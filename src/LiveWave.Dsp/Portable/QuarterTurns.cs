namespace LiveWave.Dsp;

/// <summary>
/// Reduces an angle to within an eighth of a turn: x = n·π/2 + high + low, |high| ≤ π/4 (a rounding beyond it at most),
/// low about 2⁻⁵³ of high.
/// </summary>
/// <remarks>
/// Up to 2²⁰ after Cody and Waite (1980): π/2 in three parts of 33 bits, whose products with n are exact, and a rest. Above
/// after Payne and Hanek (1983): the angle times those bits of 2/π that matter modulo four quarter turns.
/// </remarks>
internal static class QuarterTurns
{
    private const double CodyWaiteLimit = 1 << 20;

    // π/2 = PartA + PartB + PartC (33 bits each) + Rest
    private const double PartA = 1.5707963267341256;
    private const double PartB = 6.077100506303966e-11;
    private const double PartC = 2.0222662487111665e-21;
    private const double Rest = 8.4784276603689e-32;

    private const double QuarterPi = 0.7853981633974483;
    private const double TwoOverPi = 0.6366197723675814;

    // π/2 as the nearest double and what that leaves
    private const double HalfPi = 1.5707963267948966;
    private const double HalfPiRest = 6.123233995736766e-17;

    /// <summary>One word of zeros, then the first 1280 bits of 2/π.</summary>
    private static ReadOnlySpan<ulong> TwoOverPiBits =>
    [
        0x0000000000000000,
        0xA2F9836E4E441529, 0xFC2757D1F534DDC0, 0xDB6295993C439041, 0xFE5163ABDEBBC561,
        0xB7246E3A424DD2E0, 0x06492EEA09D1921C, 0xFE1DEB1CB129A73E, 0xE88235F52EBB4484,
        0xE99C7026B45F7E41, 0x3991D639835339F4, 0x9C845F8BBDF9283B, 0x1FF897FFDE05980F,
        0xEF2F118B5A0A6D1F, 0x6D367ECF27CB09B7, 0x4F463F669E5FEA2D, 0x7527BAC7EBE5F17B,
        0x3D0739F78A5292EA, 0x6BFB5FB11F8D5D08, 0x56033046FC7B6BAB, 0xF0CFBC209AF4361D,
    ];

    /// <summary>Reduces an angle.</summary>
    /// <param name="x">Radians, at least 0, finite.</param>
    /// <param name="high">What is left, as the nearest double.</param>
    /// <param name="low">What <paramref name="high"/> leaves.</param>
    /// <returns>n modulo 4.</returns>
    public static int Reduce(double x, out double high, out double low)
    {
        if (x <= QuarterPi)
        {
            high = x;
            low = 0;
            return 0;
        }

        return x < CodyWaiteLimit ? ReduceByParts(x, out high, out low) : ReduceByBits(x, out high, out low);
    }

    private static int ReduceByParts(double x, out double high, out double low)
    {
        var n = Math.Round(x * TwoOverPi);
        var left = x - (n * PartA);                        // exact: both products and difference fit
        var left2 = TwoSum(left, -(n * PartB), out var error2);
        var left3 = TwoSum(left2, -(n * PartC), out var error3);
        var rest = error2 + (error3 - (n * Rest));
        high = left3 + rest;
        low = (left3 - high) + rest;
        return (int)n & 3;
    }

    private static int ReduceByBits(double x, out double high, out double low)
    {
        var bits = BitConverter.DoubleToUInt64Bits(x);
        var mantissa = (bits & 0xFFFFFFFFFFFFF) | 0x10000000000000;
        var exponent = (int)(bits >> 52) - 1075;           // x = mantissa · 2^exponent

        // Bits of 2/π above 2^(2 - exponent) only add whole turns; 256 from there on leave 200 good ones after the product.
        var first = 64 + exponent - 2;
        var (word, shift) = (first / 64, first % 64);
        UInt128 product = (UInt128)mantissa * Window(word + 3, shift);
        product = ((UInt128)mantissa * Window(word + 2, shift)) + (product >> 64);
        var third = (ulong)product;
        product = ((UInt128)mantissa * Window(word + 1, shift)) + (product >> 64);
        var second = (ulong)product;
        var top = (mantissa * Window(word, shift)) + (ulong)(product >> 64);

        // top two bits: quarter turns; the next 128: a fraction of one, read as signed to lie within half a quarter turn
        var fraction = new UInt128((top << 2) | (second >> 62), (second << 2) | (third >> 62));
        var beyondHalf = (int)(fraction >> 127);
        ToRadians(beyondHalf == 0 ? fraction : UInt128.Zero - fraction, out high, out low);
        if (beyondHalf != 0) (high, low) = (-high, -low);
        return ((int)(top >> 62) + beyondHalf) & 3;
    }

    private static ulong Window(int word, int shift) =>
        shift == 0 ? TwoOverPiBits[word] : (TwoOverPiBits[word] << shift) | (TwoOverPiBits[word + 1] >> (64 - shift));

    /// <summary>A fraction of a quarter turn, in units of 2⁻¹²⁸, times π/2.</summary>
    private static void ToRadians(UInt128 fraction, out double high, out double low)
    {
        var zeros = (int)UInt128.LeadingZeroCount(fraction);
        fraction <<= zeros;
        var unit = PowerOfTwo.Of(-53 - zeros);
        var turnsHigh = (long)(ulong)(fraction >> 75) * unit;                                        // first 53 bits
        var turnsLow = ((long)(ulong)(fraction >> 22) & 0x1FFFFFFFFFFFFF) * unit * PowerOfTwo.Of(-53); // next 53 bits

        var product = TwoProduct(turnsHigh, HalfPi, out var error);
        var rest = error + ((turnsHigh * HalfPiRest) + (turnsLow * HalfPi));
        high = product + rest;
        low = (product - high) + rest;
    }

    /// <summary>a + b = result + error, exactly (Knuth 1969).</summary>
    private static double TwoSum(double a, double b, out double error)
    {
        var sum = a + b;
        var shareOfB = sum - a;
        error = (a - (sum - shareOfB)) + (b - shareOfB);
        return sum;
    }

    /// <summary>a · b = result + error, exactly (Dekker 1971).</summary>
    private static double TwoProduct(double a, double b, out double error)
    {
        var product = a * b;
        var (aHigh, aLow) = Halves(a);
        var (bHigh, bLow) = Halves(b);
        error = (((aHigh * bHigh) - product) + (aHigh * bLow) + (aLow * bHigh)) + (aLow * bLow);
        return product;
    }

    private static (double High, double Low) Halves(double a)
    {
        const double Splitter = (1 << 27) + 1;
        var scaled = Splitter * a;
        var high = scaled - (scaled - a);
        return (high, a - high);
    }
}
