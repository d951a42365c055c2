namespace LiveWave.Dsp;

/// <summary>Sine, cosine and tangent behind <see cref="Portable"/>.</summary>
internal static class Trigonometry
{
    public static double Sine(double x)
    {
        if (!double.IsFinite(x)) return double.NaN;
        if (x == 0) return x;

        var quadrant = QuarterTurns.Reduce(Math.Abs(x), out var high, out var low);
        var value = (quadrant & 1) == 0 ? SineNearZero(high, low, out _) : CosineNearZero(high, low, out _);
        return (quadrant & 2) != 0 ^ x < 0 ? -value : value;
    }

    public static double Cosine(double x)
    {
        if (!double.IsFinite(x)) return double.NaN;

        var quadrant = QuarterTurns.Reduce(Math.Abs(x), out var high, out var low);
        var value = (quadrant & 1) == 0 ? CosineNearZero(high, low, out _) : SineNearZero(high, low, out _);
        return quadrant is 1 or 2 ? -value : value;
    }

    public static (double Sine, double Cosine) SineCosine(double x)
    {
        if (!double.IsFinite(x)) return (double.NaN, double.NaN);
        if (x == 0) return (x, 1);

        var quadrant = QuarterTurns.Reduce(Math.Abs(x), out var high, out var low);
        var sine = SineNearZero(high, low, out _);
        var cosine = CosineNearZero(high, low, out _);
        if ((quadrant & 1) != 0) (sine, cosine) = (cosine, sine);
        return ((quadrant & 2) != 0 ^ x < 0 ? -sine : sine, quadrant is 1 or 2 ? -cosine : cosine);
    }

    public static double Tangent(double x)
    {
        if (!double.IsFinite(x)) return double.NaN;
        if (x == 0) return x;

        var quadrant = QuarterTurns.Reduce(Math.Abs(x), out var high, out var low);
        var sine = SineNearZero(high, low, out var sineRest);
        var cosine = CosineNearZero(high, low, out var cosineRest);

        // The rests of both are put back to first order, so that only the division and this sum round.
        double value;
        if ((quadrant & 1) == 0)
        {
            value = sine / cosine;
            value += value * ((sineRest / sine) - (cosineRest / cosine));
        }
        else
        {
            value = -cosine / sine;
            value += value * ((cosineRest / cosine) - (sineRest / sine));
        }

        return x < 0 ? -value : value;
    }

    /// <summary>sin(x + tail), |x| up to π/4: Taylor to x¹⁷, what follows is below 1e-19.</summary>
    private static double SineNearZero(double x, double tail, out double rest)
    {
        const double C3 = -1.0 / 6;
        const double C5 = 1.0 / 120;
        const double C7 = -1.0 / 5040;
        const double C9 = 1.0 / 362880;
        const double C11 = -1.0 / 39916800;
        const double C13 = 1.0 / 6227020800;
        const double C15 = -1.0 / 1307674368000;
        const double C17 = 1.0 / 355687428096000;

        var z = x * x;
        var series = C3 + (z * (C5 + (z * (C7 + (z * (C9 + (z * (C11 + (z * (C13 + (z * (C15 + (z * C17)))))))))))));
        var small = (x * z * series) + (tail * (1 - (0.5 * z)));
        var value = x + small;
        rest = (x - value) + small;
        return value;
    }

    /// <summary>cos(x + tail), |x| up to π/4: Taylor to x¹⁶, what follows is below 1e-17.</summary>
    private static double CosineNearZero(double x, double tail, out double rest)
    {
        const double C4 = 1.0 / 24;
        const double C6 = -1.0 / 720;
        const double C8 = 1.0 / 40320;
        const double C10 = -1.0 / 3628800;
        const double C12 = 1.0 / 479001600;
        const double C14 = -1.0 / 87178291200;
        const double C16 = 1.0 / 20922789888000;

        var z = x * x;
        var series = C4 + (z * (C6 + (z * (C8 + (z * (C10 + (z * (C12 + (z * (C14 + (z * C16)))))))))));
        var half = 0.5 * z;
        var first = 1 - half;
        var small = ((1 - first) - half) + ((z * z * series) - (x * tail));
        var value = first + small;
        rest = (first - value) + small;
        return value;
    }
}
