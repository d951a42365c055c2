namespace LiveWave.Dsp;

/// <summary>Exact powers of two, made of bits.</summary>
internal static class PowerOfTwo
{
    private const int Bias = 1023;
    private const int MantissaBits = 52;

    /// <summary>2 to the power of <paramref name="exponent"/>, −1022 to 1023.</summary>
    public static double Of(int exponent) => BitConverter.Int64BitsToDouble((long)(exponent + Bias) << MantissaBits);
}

········

*TASK DETAILS*
Please output the lines of the listing above that fall in the stretch from the one with "private static double TwoSum(double" through the one with "if (x == 0) return (x, 1);", exactly and only those.

*TASK RESULT*
    private static double TwoSum(double a, double b, out double error)
    {
        var sum = a + b;
        var shareOfB = sum - a;
        error = (a - (sum - shareOfB)) + (b - shareOfB);
        return sum;
    }

    /// <summary>a · b = result + error, exactly (Dekker 1971).</summary>
    private static double TwoProduct(double a, double b, out double error)
    {
        var product = a * b;
        var (aHigh, aLow) = Halves(a);
        var (bHigh, bLow) = Halves(b);
        error = (((aHigh * bHigh) - product) + (aHigh * bLow) + (aLow * bHigh)) + (aLow * bLow);
        return product;
    }

    private static (double High, double Low) Halves(double a)
    {
        const double Splitter = (1 << 27) + 1;
        var scaled = Splitter * a;
        var high = scaled - (scaled - a);
        return (high, a - high);
    }
}
repository d951a42365c055c2
namespace LiveWave.Dsp;

/// <summary>Sine, cosine and tangent behind <see cref="Portable"/>.</summary>
internal static class Trigonometry
{
    public static double Sine(double x)
    {
        if (!double.IsFinite(x)) return double.NaN;
        if (x == 0) return x;

        var quadrant = QuarterTurns.Reduce(Math.Abs(x), out var high, out var low);
        var value = (quadrant & 1) == 0 ? SineNearZero(high, low, out _) : CosineNearZero(high, low, out _);
        return (quadrant & 2) != 0 ^ x < 0 ? -value : value;
    }

    public static double Cosine(double x)
    {
        if (!double.IsFinite(x)) return double.NaN;

        var quadrant = QuarterTurns.Reduce(Math.Abs(x), out var high, out var low);
        var value = (quadrant & 1) == 0 ? CosineNearZero(high, low, out _) : SineNearZero(high, low, out _);
        return quadrant is 1 or 2 ? -value : value;
    }

    public static (double Sine, double Cosine) SineCosine(double x)
    {
        if (!double.IsFinite(x)) return (double.NaN, double.NaN);
        if (x == 0) return (x, 1);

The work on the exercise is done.